Of course, people are complex and understanding those complexities is where behavioral economics (really a part of psychology) and game theory (one of the foundations of cognitive psychology) come in. Pricing design goes a lot better when we can pull ideas and frameworks from these disciplines, We discussed this a bit above for behavioral economics. Some of the insights from game theory are that

  • Rewards depend on the actions other people take

  • The best strategies are very different for open-ended games, where players will interact many times, and single-play games (most B2B pricing is open-ended)

  • There are ways to shift pricing from being a zero-sum game (where one person wins the other must lose) to positive sum games (where both players win)

We have written a bit about pricing and game theory here.

As we all know. Pricing is not ‘once and done.’ Pricing is something that changes over time in response to competitive conditions and market needs. It has many of the characteristics of an evolutionary system. Not much work has yet been done on applying concepts from evolutionary theory to pricing, but this is a rich area to explore. Pricing can be a frozen accident ( a term from evolutionary theory) where a sub-optimal solution is adopted and then kept over many generations. Successful pricing models need to be able to compete against themselves, indeed, one way of understanding a mature market is when the successful pricing models have chased the alternatives into small niches and are primarily competing with similar offers and pricing.

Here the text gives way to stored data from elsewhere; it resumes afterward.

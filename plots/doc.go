// Package plots draws the figures: it turns tables and outlines, in SI units,
// into drawings. It knows no models and no physics.
//
// SideView and InertialView show one release, on board and from outside, BothViews does both
// over one ruler of time; TogetherView shows several on board; DeflectionChart
// the apparent deflection of one or several; DeckPlan one deck unrolled, with landings
// and crew paths; PathView a crew path with the person on it; LoadsChart what it does to
// the person; StackChart any panels above one another; ScatterPlan the landings of many
// samples of one release; MapPlan a figure of each place of a deck, in shades; ThrowView the
// throws that reach a target and ThrowCard a table of where to point. Each takes a spec of plain
// numbers, names and outlines, and refuses what cannot be drawn.
//
// # The language of the figures
//
// A figure is a sheet: a title, one or more views or panels in a hairline frame,
// a strip with the directions and the scale, and a line of notes. Within it
//
//   - structure is drawn in thin outlines, solids in a light tint;
//   - one strong line is what moves, and a phase other than flight is dashed;
//   - a release is an open circle, a landing a full one, a resting place a square;
//   - of many landings each is a small mark, whose shape tells what it is on, and a cross is
//     their median;
//   - shades of one hue, the darker the more, show a figure of each place; their steps are
//     outlined and bear their value, and a bar beside the plan has the others;
//   - a crew path starts at a diamond and ends with an arrowhead. The person is a thin
//     line with a dot for the head, and a thin arrow from the feet is a force, at a scale
//     that is stated as that of lengths is;
//   - what a throw is to reach is a dot in a ring, and a throw that hits something first
//     ends at a cross;
//   - a dimension line with arrows and a value gives what the reader came for;
//   - a chain line is a plumb line, a dashed thin one the uniform-gravity path;
//   - things are named where they stand, not in a legend, and no name lies on another;
//     of many tracks in one view each has a number, by which a list names it;
//   - a dimension line stands below the deck and the solid whose top that is;
//   - where both axes are lengths the scale is one: the sheet is cropped, never
//     stretched. What is too small for that is drawn again as a detail, with its
//     scale stated;
//   - every number carries its unit, or its axis does.
//
// Colours are those of Okabe & Ito, "Color Universal Design" (2002, revised 2008;
// values from memory), which people with the common kinds of colour blindness tell
// apart. They are never the only cue: a number, a mark or a dash goes with each, so
// that a grey print says the same. No colour is a verdict.
//
// An SVG carries second values of its colours for dark screens, by the classes of its
// elements, in rules that hold within a figure alone. Texts are texts.
//
// Sheets are at most 540 pt by 390 pt, or the same upright, so that they print on A5
// at full size with no text below 7.5 pt.
//
// # Conventions
//
// Lengths are in metres, angles in radians, times in seconds. Side views are seen
// from the +axial end: spinward to the right, up toward the axis. Deck plans are seen
// from above, by someone whose feet are on the deck: spinward to the right, +axial
// toward the bottom of the sheet, since facing spinward +axial is on the right hand.
//
// SVG and PNG bytes are the same on each run; a PDF carries its date. PDF text is in code
// page 1252: a character outside of it becomes a near one, or a question mark.
package plots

Pricing as a design problem

Designers are solution-driven. Our job, after all, is to come up with solutions. We use solutions as a way to clarify problems (that good designers use solutions, rather than theory, as a key way to clarify ill-defined problems is one of the most important findings from Nigel Cross’ research). Pricing solutions generally go well beyond the simple setting of a number. They are based on understanding the market segmentation and customer journey, they include the package and offer design and value communication, and then the core design goals of connecting the value metric (the unit of consumption by which the buyer gets value) to the pricing metric (the unit of consumption for which the buyer pays).

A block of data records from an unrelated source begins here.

package plots

import (
	"math"
	"slices"
	"strings"

	"gonum.org/v1/plot/vg"
)

// samePlace is the distance on the page, pt, below which labels are joined.
const samePlace = 4.0

// obstacles tells the placer what the labels keep off.
func (s *crewPath) obstacles() {
	v, pl := s.v, s.pl
	v.shy(pl, s.outlines)
	pl.polyline(priceStrong, v.pts(s.spec.Way)...)
	pl.polyline(pricePlumb, s.plumb()...)
	pl.mark(v.pt(s.spec.Way[0]), diamondHalf)
	for _, st := range s.spec.Stations {
		feet, head := v.pt(st.Feet), v.pt(st.Head)
		pl.polyline(pricePlumb, feet, head)
		pl.mark(head, s.headRadius())
		pl.polyline(priceStrong, feet, feet.Add(s.arrow(st)))
	}
	if s.spec.Near != nil {
		pl.mark(v.pt(s.spec.Near.At), crossHalf)
	}
	if s.axisShown() {
		pl.mark(v.pt(Point{0, s.radius}), spinArrowRadius)
	}
}

// names asks for the labels, those first that matter most.
func (s *crewPath) names() {
	s.nearName()
	for _, l := range s.legs() {
		s.pl.add(l)
	}
	s.endNames()
	for _, l := range s.pushNames() {
		s.pl.add(l)
	}
	for _, l := range s.times() {
		s.pl.add(l)
	}
	if s.axisShown() {
		s.pl.add(label{s: "spin axis", size: sizeNote, ink: inkSoft, at: s.v.pt(Point{0, s.radius}), clear: spinArrowRadius + 2, want: toRight})
	}
	if s.leavesPlumb() {
		s.nameLine(s.plumb(), "plumb line of the start")
	}
	s.outlineNames(s.outlines)
}

// leavesPlumb reports whether the plumb line of the start is a line of its own.
func (s *crewPath) leavesPlumb() bool {
	return slices.ContainsFunc(s.spec.Way, func(p Point) bool { return math.Abs(p.X)*s.v.perM > samePlace })
}

func (s *crewPath) nearName() {
	n := s.spec.Near
	if n == nil || !within(s.win, s.v.pt(n.At)) {
		return
	}
	words, link := "least clearance "+length(n.Gap), " to "
	if n.Gap < 0 {
		words, link = "overlap of "+length(-n.Gap), " with "
	}
	if to := clean(n.Surface); to != "" {
		const most = 120 // pt
		words += link + clip(to, most, sizeLabel, false)
	}
	s.name(n.At, crossHalf+1.5, anyWay, words+" at "+shortSeconds(n.T))
}

// endNames says where the way begins and ends.
func (s *crewPath) endNames() {
	from, to := s.v.pt(s.spec.Way[0]), s.v.pt(s.spec.Way[len(s.spec.Way)-1])
	ask := func(at vg.Point, words string) {
		s.pl.add(label{s: words, size: sizeNote, ink: inkText, at: at, clear: diamondHalf + 1.5})
	}
	if together(from, to) {
		ask(from, "start and end")
		return
	}
	ask(from, "start")
	ask(to, "end")
}

// legs are the names of what the person does, each along its piece of the way. Legs
// without a length, at one place, share a label.
func (s *crewPath) legs() (out []label) {
	const least = 12.0 // pt; a shorter piece has one place
	all := s.spec.Stations
	onWay := 0.0
	for lo, hi := 0, 0; lo < len(all); lo = hi {
		for hi = lo + 1; hi < len(all) && all[hi].Leg == all[lo].Leg; hi++ {
		}
		var line []vg.Point
		line, onWay = s.piece(all[lo:hi], onWay)
		l := label{s: clean(all[lo].Leg), size: sizeNote, ink: penWay.ink, at: line[0], clear: 3}
		if l.s == "" {
			continue
		}
		if long := pageLength(line); long >= least {
			at := func(u float64) vg.Point { return alongLine(line, u*long) }
			l.at, l.or = at(0.5), []vg.Point{at(0.35), at(0.65), at(0.2), at(0.8)}
		} else if joinLabel(out, l) {
			continue
		}
		out = append(out, l)
	}
	return out
}

// joinLabel puts the words of l to a label that stands at the same one place, if there is any.
func joinLabel(labels []label, l label) bool {
	for i, o := range labels {
		if len(o.or) == 0 && together(o.at, l.at) {
			if !slices.Contains(strings.Split(o.s, ", "), l.s) {
				labels[i].s += ", " + l.s
			}
			return true
		}
	}
	return false
}

// piece is the part of the way between the first and the last of some stations, on the
// page, looked for from a point of the way on, and where it ends.
func (s *crewPath) piece(stations []PathStation, from float64) ([]vg.Point, float64) {
	k := int(from)
	rest := track{t: s.track.t[k:], at: s.track.at[k:]}
	feet, last := stations[0].Feet, stations[len(stations)-1].Feet
	begin := math.Max(from, rest.when(feet))
	rest = track{t: s.track.t[int(begin):], at: s.track.at[int(begin):]}
	end := math.Max(begin, rest.when(last))
	pts := []Point{feet}
	for i := int(begin) + 1; float64(i) < end; i++ {
		pts = append(pts, s.spec.Way[i])
	}
	if len(stations) > 1 {
		pts = append(pts, last)
	}
	return s.v.pts(pts), end
}

// together reports whether two labels would stand at one place.
func together(a, b vg.Point) bool {
	d := a.Sub(b)
	return math.Hypot(d.X.Points(), d.Y.Points()) < samePlace
}

// times are the labels at the heads. Stations with their heads at one place share one.
func (s *crewPath) times() (out []label) {
	clear := s.headRadius() + 1.5
stations:
	for _, st := range s.spec.Stations {
		l := label{s: shortSeconds(st.T), size: sizeNote, ink: inkText, at: s.v.pt(st.Head), clear: clear}
		l.want = l.at.Sub(s.v.pt(st.Feet))
		for i, o := range out {
			if together(o.at, l.at) {
				if strings.HasSuffix(", "+o.s, ", "+l.s) {
					continue stations // one leg ends when the next begins
				}
				out[i].s = strings.TrimSuffix(o.s, " s") + ", " + l.s
				continue stations
			}
		}
		out = append(out, l)
	}
	return out
}

// pushNames are the magnitudes at the arrows. Arrows that lie on each other share one.
func (s *crewPath) pushNames() (out []label) {
	type push struct {
		feet, tip vg.Point
		lo, hi    float64 // N
	}
	var groups []push
stations:
	for _, st := range s.spec.Stations {
		n, feet, arrow := st.Force.norm(), s.v.pt(st.Feet), s.arrow(st)
		if n*s.perN < shortPush {
			continue
		}
		tip := feet.Add(arrow)
		for i, g := range groups {
			if together(g.feet, feet) && together(g.tip, tip) {
				groups[i].lo, groups[i].hi = math.Min(g.lo, n), math.Max(g.hi, n)
				continue stations
			}
		}
		groups = append(groups, push{feet, tip, n, n})
	}
	for _, g := range groups {
		words := newtons(g.hi)
		if lo := newtons(g.lo); lo != words {
			words = strings.TrimSuffix(lo, " N") + " to " + words
		}
		out = append(out, label{s: words, size: sizeNote, ink: inkText, at: g.tip, clear: 2.5, want: g.tip.Sub(g.feet)})
	}
	return out
}

// newtons prints a force given in N, to three significant digits.
func newtons(v float64) string { return signif(v, dimDigits) + " N" }

// shortSeconds prints a time given in s to three significant digits, without idle zeros.
func shortSeconds(v float64) string {
	s := signif(v, dimDigits)
	if strings.Contains(s, ".") && !strings.Contains(s, "e") {
		s = strings.TrimRight(strings.TrimRight(s, "0"), ".")
	}
	return s + " s"
}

Many of the key processes for design are relevant to pricing work and pricing consultants need to be able to work with them. Some of these have been mentioned above.

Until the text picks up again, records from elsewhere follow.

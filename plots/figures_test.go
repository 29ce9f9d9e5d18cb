package plots

import (
	"encoding/xml"
	"math"
	"regexp"
	"strings"
	"testing"
)

// TestFiguresAreDocuments holds every sample to what a reader without eyes needs, and a
// strict security policy.
func TestFiguresAreDocuments(t *testing.T) {
	for _, s := range samples() {
		t.Run(s.name, func(t *testing.T) {
			f, err := s.make()
			svg := render(t, f, err)
			var title, desc, role, labelled string
			ids := map[string]bool{}
			elements(t, svg, func(e xml.StartElement, attr func(string) string, words string) {
				ids[attr("id")] = true
				switch e.Name.Local {
				case "title":
					title = words
				case "desc":
					desc = words
				case "svg":
					role, labelled = attr("role"), attr("aria-labelledby")
				}
				if attr("style") != "" {
					t.Errorf("<%s> has a style attribute", e.Name.Local)
				}
			})
			if title != f.Title() || desc == "" || role != "img" {
				t.Errorf("title %q, desc %q, role %q", title, desc, role)
			}
			for _, id := range strings.Fields(labelled) {
				if !ids[id] {
					t.Errorf("no element has the id %q", id)
				}
			}
		})
	}
}

func TestFiguresAreTheSameTwice(t *testing.T) {
	for _, s := range samples() {
		a, errA := s.make()
		b, errB := s.make()
		first := render(t, a, errA)
		if first != render(t, a, errA) || first != render(t, b, errB) {
			t.Errorf("%s: bytes differ", s.name)
		}
	}
}

func TestTextsDoNotCollide(t *testing.T) {
	for _, s := range samples() {
		f, err := s.make()
		checkTexts(t, s.name, f, render(t, f, err))
	}
}

// checkTexts is the placer's law, seen from outside: boxes of texts are disjoint and lie
// on the sheet.
func checkTexts(t *testing.T, name string, f *Figure, svg string) {
	t.Helper()
	const slack = 0.3 // pt: the box of a text is a little taller than its letters
	list := texts(t, svg)
	w, h := f.Size()
	for i, a := range list {
		if a.box.Min.X < 0 || a.box.Min.Y < 0 || a.box.Max.X.Points() > w || a.box.Max.Y.Points() > h {
			t.Errorf("%s: %q is off the sheet: %v", name, a.s, a.box)
		}
		for _, b := range list[:i] {
			if overlap(grow(a.box, -slack), b.box) {
				t.Errorf("%s: %q lies on %q", name, a.s, b.s)
			}
		}
	}
}

func TestTextsAreLegible(t *testing.T) {
	for _, s := range samples() {
		f, err := s.make()
		elements(t, render(t, f, err), func(e xml.StartElement, attr func(string) string, words string) {
			if e.Name.Local == "text" && number(t, attr("font-size")) < sizeNote {
				t.Errorf("%s: %q has size %s", s.name, words, attr("font-size"))
			}
		})
		if w, h := f.Size(); math.Max(w, h) > sheetLong+1e-9 || math.Min(w, h) > sheetShort+1e-9 {
			t.Errorf("%s: sheet of %g by %g pt", s.name, w, h)
		}
	}
}

var arcCommand = regexp.MustCompile(`A([0-9.e+-]+),([0-9.e+-]+) `)

// TestCirclesAreRound: at a true scale both radii of each arc are one, and the hull's
// radius on the page agrees with the scale bar.
func TestCirclesAreRound(t *testing.T) {
	for _, s := range samples() {
		f, err := s.make()
		svg := render(t, f, err)
		arcs := arcCommand.FindAllStringSubmatch(svg, -1)
		for _, a := range arcs {
			if a[1] != a[2] {
				t.Errorf("%s: arc with radii %s and %s", s.name, a[1], a[2])
			}
		}
		if strings.Contains(svg, "<ellipse") {
			t.Errorf("%s: ellipse", s.name)
		}
	}
}

func TestHullAndScaleBarAgree(t *testing.T) {
	f, err := SideView(sideSpec(18, 17, sampleSpin, 0, 0, 0.01))
	svg := render(t, f, err)
	most := 0.0
	for _, a := range arcCommand.FindAllStringSubmatch(svg, -1) {
		most = math.Max(most, number(t, a[1]))
	}
	bar := regexp.MustCompile(`M([0-9.]+),([0-9.]+)L([0-9.]+),([0-9.]+)L([0-9.]+),([0-9.]+)L([0-9.]+),([0-9.]+)Z" fill="none" stroke="#1A1A1A" stroke-width="0.5`).FindStringSubmatch(svg)
	if bar == nil {
		t.Fatal("no scale bar")
	}
	lo, hi := math.Inf(1), math.Inf(-1)
	for _, i := range []int{1, 3, 5, 7} {
		lo, hi = math.Min(lo, number(t, bar[i])), math.Max(hi, number(t, bar[i]))
	}
	if !has(texts(t, svg), "10 m") {
		t.Fatal("the bar is not of 10 m")
	}
	// Five significant digits are written: 0.01 pt at most in either.
	if perM := (hi - lo) / 10; math.Abs(most/18-perM) > 0.01 {
		t.Errorf("hull is drawn at %g pt/m, the bar at %g", most/18, perM)
	}
}

// TestValuesAreGiven looks for what the reader came for.
func TestValuesAreGiven(t *testing.T) {
	// From the closed form: R inv(theta), cos(theta) = r0/(R - a); design section 7.
	theta := math.Acos(16.1 / 17.97)
	drop := length(18 * (math.Tan(theta) - theta))
	theta = math.Acos(16.1 / 18) // of a point
	point := length(18 * (math.Tan(theta) - theta))
	thrown := thrownSpec()
	cases := []struct {
		name  string
		words []string
	}{
		{"side drop", []string{"deck offset = apparent deflection " + drop + " antispinward", "release, height 1.90 m", "landing on floor after", "plumb line", "0.2 s"}},
		{"side slid", []string{"slide", "rests after"}},
		{"side thrown", []string{"deck offset " + signedLength(thrown.Offset), "apparent deflection " + signedLength(thrown.Deflection), "uniform-gravity path"}},
		{"side near axis", []string{"spin axis", "antispinward"}},
		{"side hair", []string{"Detail of the landing", "1.59 mm"}},
		{"side negative spin", []string{"Spin \u22125.20 rpm: the floor moves antispinward.", point + " spinward"}},
		{"inertial drop", []string{"the habitat turns", "deck offset " + drop + " antispinward", "plumb line at release", "Dashed: the structure at release."}},
		{"inertial near axis", []string{"turns)", "spin axis"}},
		{"plan cropped", []string{"Cropped: the deck is 113 m round", "wrench from the locker", "floor: 0.639 m antispinward", "2, 5", "hatch 3 (closed)", "no landing"}},
		{"plan many", []string{"without a number"}},
		{"deflection", []string{"apparent deflection, m, spinward positive", "height above the deck, m", "time since the release, s", "drop from 3.00 m"}},
		{"loads", []string{"apparent gravity, g", "weight, N", "friction demand", "rad/s²", "feet", "climb", "time, s"}},
		{"loads of many legs", []string{"17 climb ladder 16"}},
	}
	made := map[string]sampleFigure{}
	for _, s := range samples() {
		made[s.name] = s
	}
	for _, c := range cases {
		s, ok := made[c.name]
		if !ok {
			t.Fatalf("no sample %q", c.name)
		}
		f, err := s.make()
		list := texts(t, render(t, f, err))
		var all []string
		for _, x := range list {
			all = append(all, x.s)
		}
		for _, w := range c.words {
			if !strings.Contains(strings.Join(all, " "), w) {
				t.Errorf("%s: no text %q in %q", c.name, w, all)
			}
		}
	}
}

// TestAllFormatsAreWritten: PNG and PDF come from the same drawing.
func TestAllFormatsAreWritten(t *testing.T) {
	magic := map[string]string{"svg": "<?xml", "png": "\x89PNG", "pdf": "%PDF"}
	f, err := SideView(slidSpec())
	if err != nil {
		t.Fatal(err)
	}
	for _, format := range Formats() {
		var b strings.Builder
		if err := f.Write(&b, format); err != nil || !strings.HasPrefix(b.String(), magic[format]) {
			t.Errorf("%s: %v, %q", format, err, b.String()[:min(8, b.Len())])
		}
	}
	if err := f.Write(&strings.Builder{}, "gif"); err == nil {
		t.Error("gif was written")
	}
}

  • Customer journey maps are valuable tools in pricing design, so long as value delivery, communication, documentation, and capture are layered in

  • The design thinking process of empathizing, defining, iterating, prototyping, and testing is relevant to pricing design

  • Patterns are important, and understanding the key pricing design patterns and being able to combine and evolve them is part of the work

Design involves new skill sets for many pricing consultants. But they are skills we all need to cultivate. Ibbaka’s research on pricing practices will help bring the design-erly way of pricing into clearer focus.